With little time to shop or even to think about her wardrobe, and the threat of social censure if she takes fashion risks, a universally acceptable uniform would be a blessing. In fact, the St. John suit, a knit jacket and matching skirt, has become an unofficial uniform. The Chanel wannabe suits, typically adorned with gold buttons, are proper, packable and versatile enough to serve for day or evening. “I lived in a black St. John knit suit when I worked for the office of protocol,” says Southern Californian Tina Thompson, a wholesome blond in her early 30s. Now given to sleek pantsuits, Thompson gave her trusty St. John to her mother when she returned to the West. “I thought, ‘I’ll never wear that again.’ ”

Among women who can afford it, Chanel is also popular. But St. John is above reproach because the line of knits is made in America (actually, in Southern California). Even a wealthy woman who came to a posting with a Chanel wardrobe might draw criticism for her expensive taste. “Any woman who spent as much money on her clothes as Warren Christopher spends on his would get a lot of heat,” a Washington insider says. (And no one complained that Turnbull & Asser, the former Secretary of State’s favorite tailor, isn’t American.)

If the good little suit provides a daytime solution for Washington women, fashion choices for formal occasions can be more problematic, particularly in a season when designers are offering so much that is sheer, bare and sexy. Princess Diana, once a political wife of sorts, appeared at a black-tie dinner in New York last month wearing a navy slip dress that might have been mistaken for lingerie. Would she have been so adventurous if she were still on the arm of the future king of England?

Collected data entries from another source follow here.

"""Exact arithmetic. python-flint is imported in this folder and nowhere else in the package."""
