"""Polynomials from their values on a grid: Newton's divided differences, one direction after the other.

A polynomial whose degree in each variable is below the number of nodes there is determined by its values on the grid
of all nodes. Cost: for n nodes in each of r directions, about n^(r+1) exact operations.
"""

from __future__ import annotations

from collections.abc import Mapping, Sequence
from itertools import product

from flint import fmpq_poly

from ratomega.exact.rational import Rational

__all__ = ["grid_polynomial", "line_polynomial"]


def line_polynomial(nodes: Sequence[Rational], values: Sequence[Rational]) -> list[Rational]:
    """The coefficients, constant term first, of the polynomial with these values at these (different) nodes.

    >>> line_polynomial([Rational(0), Rational(1), Rational(3)], [Rational(2), Rational(3), Rational(11)])
    [2, 0, 1]
    """
    differences = list(values)
    for step in range(1, len(nodes)):
        for n in range(len(nodes) - 1, step - 1, -1):
            differences[n] = (differences[n] - differences[n - 1]) / (nodes[n] - nodes[n - step])
    poly = fmpq_poly()
    for node, difference in zip(reversed(nodes), reversed(differences), strict=True):
        poly = poly * fmpq_poly([-node, 1]) + difference
    return [poly[n] for n in range(len(nodes))]


def grid_polynomial(
    axes: Sequence[Sequence[Rational]], values: Mapping[tuple[int, ...], Rational]
) -> dict[tuple[int, ...], Rational]:
    """The coefficients by exponents; ``values`` are given by the indices of the nodes on every axis.

    >>> axes = [[Rational(0), Rational(1)], [Rational(0), Rational(2)]]
    >>> grid_polynomial(axes, {(0, 0): Rational(1), (0, 1): Rational(1), (1, 0): Rational(1), (1, 1): Rational(7)})
    {(0, 0): 1, (0, 1): 0, (1, 0): 0, (1, 1): 3}
    """
    table = dict(values)
    sizes = [range(len(axis)) for axis in axes]
    for place, axis in enumerate(axes):
        others = [sizes[n] if n != place else range(1) for n in range(len(axes))]
        for start in product(*others):
            line = [(*start[:place], n, *start[place + 1 :]) for n in sizes[place]]
            for index, coefficient in zip(line, line_polynomial(axis, [table[i] for i in line]), strict=True):
                table[index] = coefficient
    return {index: table[index] for index in product(*sizes)}
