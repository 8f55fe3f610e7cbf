"""The path to the limit point: every parameter is c + d t, and the answer is the value at t -> 0.

This module is the one place that says what a parameter on the path is. ``SMALL_PARAMETERS`` is the ordered list of
path parameters, the first taken to zero last; one is implemented.
"""

from __future__ import annotations

from collections.abc import Sequence
from dataclasses import dataclass

from ratomega.exact.quadratic import Number, Quadratic, as_integer, number_text, only_rational
from ratomega.exact.rational import ZERO

__all__ = ["SMALL_PARAMETERS", "Linear", "integer_combination", "leaves_the_ratio", "sum_text", "term_text"]

SMALL_PARAMETERS = ("t",)


@dataclass(frozen=True, slots=True)
class Linear:
    """The exact linear form ``constant + slope t``.

    >>> from ratomega.exact.rational import Rational
    >>> x = Linear(Rational(1, 2), Rational(1))
    >>> str(x + x), (x - x).is_zero()
    ('1 + 2*t', True)
    """

    constant: Number
    slope: Number = ZERO

    def __add__(self, other: Linear) -> Linear:
        return Linear(self.constant + other.constant, self.slope + other.slope)

    def __sub__(self, other: Linear) -> Linear:
        return Linear(self.constant - other.constant, self.slope - other.slope)

    def __neg__(self) -> Linear:
        return Linear(-self.constant, -self.slope)

    def scaled(self, factor: Number | int) -> Linear:
        return Linear(self.constant * factor, self.slope * factor)

    def is_zero(self) -> bool:
        """True when the form vanishes all along the path, not only at its end."""
        return self.constant == 0 and self.slope == 0

    def __str__(self) -> str:
        terms = [number_text(self.constant)] if self.constant != 0 else []
        if self.slope != 0:
            terms.append(term_text(self.slope, "t"))
        return sum_text(terms)


def term_text(coefficient: Number, name: str) -> str:
    """A coefficient times a name, as it is read back.

    >>> from ratomega.exact.rational import Rational
    >>> term_text(Rational(-3, 2), "t"), term_text(Quadratic(ZERO, Rational(1, 2), 5), "t")
    ('-3*t/2', '1/2*sqrt(5)*t')
    """
    if isinstance(coefficient, Quadratic):
        return f"{coefficient}*{name}" if coefficient.x == 0 else f"({coefficient})*{name}"
    top, bottom = coefficient.p, coefficient.q
    head = name if top == 1 else f"-{name}" if top == -1 else f"{top}*{name}"
    return head if bottom == 1 else f"{head}/{bottom}"


def sum_text(terms: Sequence[str]) -> str:
    """Terms joined by their signs; "0" when there is none."""
    if not terms:
        return "0"
    return terms[0] + "".join(f" - {x[1:]}" if x.startswith("-") else f" + {x}" for x in terms[1:])


def leaves_the_ratio(eps1: Linear, eps2: Linear) -> bool:
    """Does the path leave the ratio eps2/eps1 of its end point to first order?

    >>> from ratomega.exact.rational import Rational
    >>> leaves_the_ratio(Linear(Rational(1)), Linear(Rational(1), Rational(1)))
    True
    >>> leaves_the_ratio(Linear(Rational(1), Rational(2)), Linear(Rational(1), Rational(2)))
    False
    """
    return bool(eps1.constant * eps2.slope != eps2.constant * eps1.slope)


def integer_combination(form: Linear, eps1: Linear, eps2: Linear) -> tuple[int, int] | None:
    """Integers (m, n) with ``form = m eps1 + n eps2`` all along the path, or None.

    On a path that stays on the ratio many pairs can qualify; the one with the smallest |m| + |n| is returned.

    >>> from ratomega.exact.rational import Rational
    >>> one = Linear(Rational(1)); moving = Linear(Rational(1), Rational(1))
    >>> integer_combination(Linear(Rational(2)), one, moving), integer_combination(Linear(Rational(1, 2)), one, moving)
    ((2, 0), None)
    """
    determinant = eps1.constant * eps2.slope - eps2.constant * eps1.slope
    if determinant != 0:
        m = (form.constant * eps2.slope - eps2.constant * form.slope) / determinant
        n = (eps1.constant * form.slope - form.constant * eps1.slope) / determinant
        whole_m, whole_n = as_integer(m), as_integer(n)
        return None if whole_m is None or whole_n is None else (whole_m, whole_n)
    if form.constant * eps1.slope != form.slope * eps1.constant:
        return None
    ratio = only_rational(eps2.constant / eps1.constant)
    whole = as_integer(form.constant / eps1.constant * int(ratio.q))
    if whole is None:
        return None
    # m alpha + n beta = target in coprime integers: one residue class of n, and |m| + |n| is convex along it.
    alpha, beta = int(ratio.q), int(ratio.p)
    first = whole * pow(beta, -1, alpha) % alpha if alpha > 1 else 0
    centre = whole // beta
    near = [first + alpha * (x // alpha + shift) for x in (-first, centre - first) for shift in (-1, 0, 1)]
    pairs = [((whole - n * beta) // alpha, n) for n in near]
    return min(pairs, key=lambda pair: (abs(pair[0]) + abs(pair[1]), pair))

At a recent Washington trunk show of the spring collection by Cerruti 1881, young women shied away from anything provocative. “These were good-looking women married to successful men in politics or business,” says Cerruti spokeswoman Margaret Muldoon. “If a dress was a little open in the front, they’d ask, ‘How can we close this up so there isn’t any skin showing?’ That day, 150 women showed up, and with the exception of one who was dressed head to toe in a Chanel pantsuit, they were all wearing skirts.”

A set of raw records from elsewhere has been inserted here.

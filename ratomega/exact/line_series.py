"""Laurent series in t whose coefficients are rational functions of one variable X with known poles.

    sum_n t^n numerator_n(X) / prod (X - c)^poles[c] + O(t^precision)

All coefficients share one denominator, kept as a product; nothing is ever reduced by a gcd of polynomials. The roots
are integers (or integers of a quadratic field), because X is the variable in units of 1/scale, as in ``factored``.

A product of linear forms (X - c - d t)^e is expanded root by root: with v = X - c the forms that meet at c give
v^E sum_j g_j (t/v)^j, E the sum of their exponents, and the numbers g_j do not depend on X.
"""

from __future__ import annotations

from collections.abc import Iterable, Mapping
from dataclasses import dataclass
from functools import lru_cache

from flint import fmpq_poly

from ratomega.errors import PrecisionError
from ratomega.exact.factored import Form, Whole
from ratomega.exact.laurent import Laurent
from ratomega.exact.plane_function import function_of_planes
from ratomega.exact.quadratic import Number
from ratomega.exact.quadratic_poly import Poly, poly_of, root_power, scaled, times
from ratomega.exact.rational import ONE, ZERO, Rational
from ratomega.exact.rational_function import RationalFunction

__all__ = ["LineSeries", "expand_roots", "line_total"]

Poles = Mapping[Whole, int]


@dataclass(frozen=True, slots=True, eq=False)
class LineSeries:
    """A series known up to, not including, the power ``precision``; ``numerators[0]`` belongs to t^valuation.

    Canonical form: the first numerator is not zero, or there is none and ``valuation == precision``.
    """

    poles: Poles
    valuation: int
    numerators: tuple[Poly, ...]
    precision: int

    @classmethod
    def make(cls, poles: Poles, valuation: int, numerators: Iterable[Poly], precision: int) -> LineSeries:
        """The checking constructor: truncates at ``precision`` and drops leading zeros."""
        known = list(numerators)[: max(precision - valuation, 0)]
        first = next((n for n, poly in enumerate(known) if not poly.is_zero()), None)
        if first is None:
            return cls({}, precision, (), precision)
        return cls(poles, valuation + first, tuple(known[first:]), precision)

    @classmethod
    def zero(cls, *, precision: int) -> LineSeries:
        return cls({}, precision, (), precision)

    def is_zero(self) -> bool:
        """No non-zero coefficient is known."""
        return not self.numerators

    def numerator(self, power: int) -> Poly:
        """The numerator of t^power; ``PrecisionError`` when it is not known."""
        if power >= self.precision:
            raise PrecisionError(f"the coefficient of t^{power} is not known: the series stops at t^{self.precision}")
        place = power - self.valuation
        return self.numerators[place] if 0 <= place < len(self.numerators) else fmpq_poly()

    def function(self, power: int, *, scale: int, symbol: str) -> RationalFunction:
        """The coefficient of t^power as a function of x = X/scale, in lowest terms."""
        coefficients = enumerate(self.numerator(power).coeffs())
        return function_of_planes(
            {(n,): c * Rational(scale) ** n for n, c in coefficients},
            [((-c, scale), order) for c, order in self.poles.items()],
            (symbol,),
        )

    def times(self, series: Laurent) -> LineSeries:
        """The product with a series in t alone."""
        precision = min(self.precision + series.valuation, series.precision + self.valuation)
        valuation = self.valuation + series.valuation
        length = max(precision - valuation, 0)
        factors = series.poly.coeffs()[:length]
        found: list[Poly] = [fmpq_poly()] * length
        for n, factor in enumerate(factors):
            if factor != 0:
                for m, poly in enumerate(self.numerators[: length - n]):
                    found[n + m] = found[n + m] + scaled(poly, factor)
        return LineSeries.make(self.poles, valuation, found, precision)

    def __neg__(self) -> LineSeries:
        return LineSeries(self.poles, self.valuation, tuple(-poly for poly in self.numerators), self.precision)

    def __add__(self, other: LineSeries) -> LineSeries:
        return line_total([self, other], precision=min(self.precision, other.precision))

    def __sub__(self, other: LineSeries) -> LineSeries:
        return self + (-other)

    def reduced(self) -> LineSeries:
        """The same with every root that divides all numerators cancelled."""
        numerators, poles = list(self.numerators), {}
        for c, order in self.poles.items():
            while order:
                divided = [_divided(poly, c) for poly in numerators]
                if any(poly is None for poly in divided):
                    break
                numerators = [poly for poly in divided if poly is not None]
                order -= 1
            if order:
                poles[c] = order
        return LineSeries(poles, self.valuation, tuple(numerators), self.precision)


def _divided(poly: Poly, c: Whole) -> Poly | None:
    """poly/(X - c), None when that is no polynomial: Horner's scheme, whose last value is the remainder."""
    values: list[Number] = []
    carry: Number = ZERO
    for coefficient in reversed(poly.coeffs()):
        carry = carry * c + coefficient
        values.append(carry)
    if values and values.pop() != 0:
        return None
    return poly_of(reversed(values))


def line_total(series: Iterable[LineSeries], *, precision: int) -> LineSeries:
    """The sum of several series, to ``precision``, over the least common denominator.

    Series with the same poles are added first: one multiplication for each kind of denominator.
    """
    kinds: dict[frozenset[tuple[Whole, int]], dict[int, Poly]] = {}
    for one in series:
        sums = kinds.setdefault(frozenset(one.poles.items()), {})
        for power, poly in enumerate(one.numerators, one.valuation):
            if power < precision:
                sums[power] = sums[power] + poly if power in sums else poly
    poles: dict[Whole, int] = {}
    for kind in kinds:
        for c, order in kind:
            poles[c] = max(order, poles.get(c, 0))
    found: dict[int, Poly] = {}
    for kind, sums in kinds.items():
        if all(poly.is_zero() for poly in sums.values()):
            continue
        known = dict(kind)
        cofactor = poly_of([1])
        for c, order in poles.items():
            if order > known.get(c, 0):
                cofactor = times(cofactor, _power(c, order - known.get(c, 0)))
        for power, poly in sums.items():
            found[power] = found.get(power, fmpq_poly()) + times(poly, cofactor)
    lowest = min(found, default=precision)
    numerators = [found.get(power, fmpq_poly()) for power in range(lowest, precision)]
    return LineSeries.make(poles, lowest, numerators, precision)


@lru_cache(maxsize=4096)
def _power(c: Whole, exponent: int) -> Poly:
    return root_power(c, exponent)


def expand_roots(roots: Mapping[Form, int], *, last: int) -> LineSeries:
    """prod (X - C - S t)^exponent over the roots (C, S), all powers of t up to ``last``.

    >>> series = expand_roots({(1, 0): 1, (2, 1): -1}, last=1)                # (X - 1)/(X - 2 - t)
    >>> [str(series.function(n, scale=1, symbol="x")) for n in (0, 1)]
    ['(x - 1)/(x - 2)', '(x - 1)/(x - 2)**2']
    """
    if last < 0:
        return LineSeries.zero(precision=last + 1)
    groups: dict[Whole, list[tuple[Whole, int]]] = {}
    for (c, s), exponent in roots.items():
        groups.setdefault(c, []).append((s, exponent))
    result = [poly_of([1])]
    poles: dict[Whole, int] = {}
    for c, forms in groups.items():
        numbers = _group(forms, last + 1)
        degree = sum(exponent for _, exponent in forms)
        order = max(j - degree for j, g in enumerate(numbers) if g != 0)
        if order > 0:
            poles[c] = order
        lift = degree + max(order, 0)
        part = [scaled(_power(c, lift - j), g) if g != 0 else None for j, g in enumerate(numbers)]
        result = _multiplied(result, part, last + 1)
    return LineSeries.make(poles, 0, result, last + 1)


def _group(forms: Iterable[tuple[Whole, int]], length: int) -> list[Number]:
    """prod (1 - s u)^exponent to ``length`` terms in u."""
    known: list[Number] = [ONE, *[ZERO] * (length - 1)]
    for s, exponent in forms:
        for _ in range(abs(exponent)):
            if exponent > 0:
                for n in range(length - 1, 0, -1):
                    known[n] = known[n] - known[n - 1] * s
            else:
                for n in range(1, length):
                    known[n] = known[n] + known[n - 1] * s
    return known


def _multiplied(result: list[Poly], part: list[Poly | None], length: int) -> list[Poly]:
    found: list[Poly] = [fmpq_poly()] * min(length, len(result) + len(part) - 1)
    for n, one in enumerate(result):
        if one.is_zero():
            continue
        for m, other in enumerate(part[: length - n]):
            if other is not None:
                found[n + m] = found[n + m] + times(one, other)
    return found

It is curious that in a city where women have won a hard-fought battle to participate in the political process, they have sacrificed the right to self-expression in what they wear. Humor, seductiveness, playfulness--so many of the elements women who enjoy fashion appreciate--are hard to find in the center of political power. When it comes to style, in the home of the brave and the land of the free, women can’t afford to be either.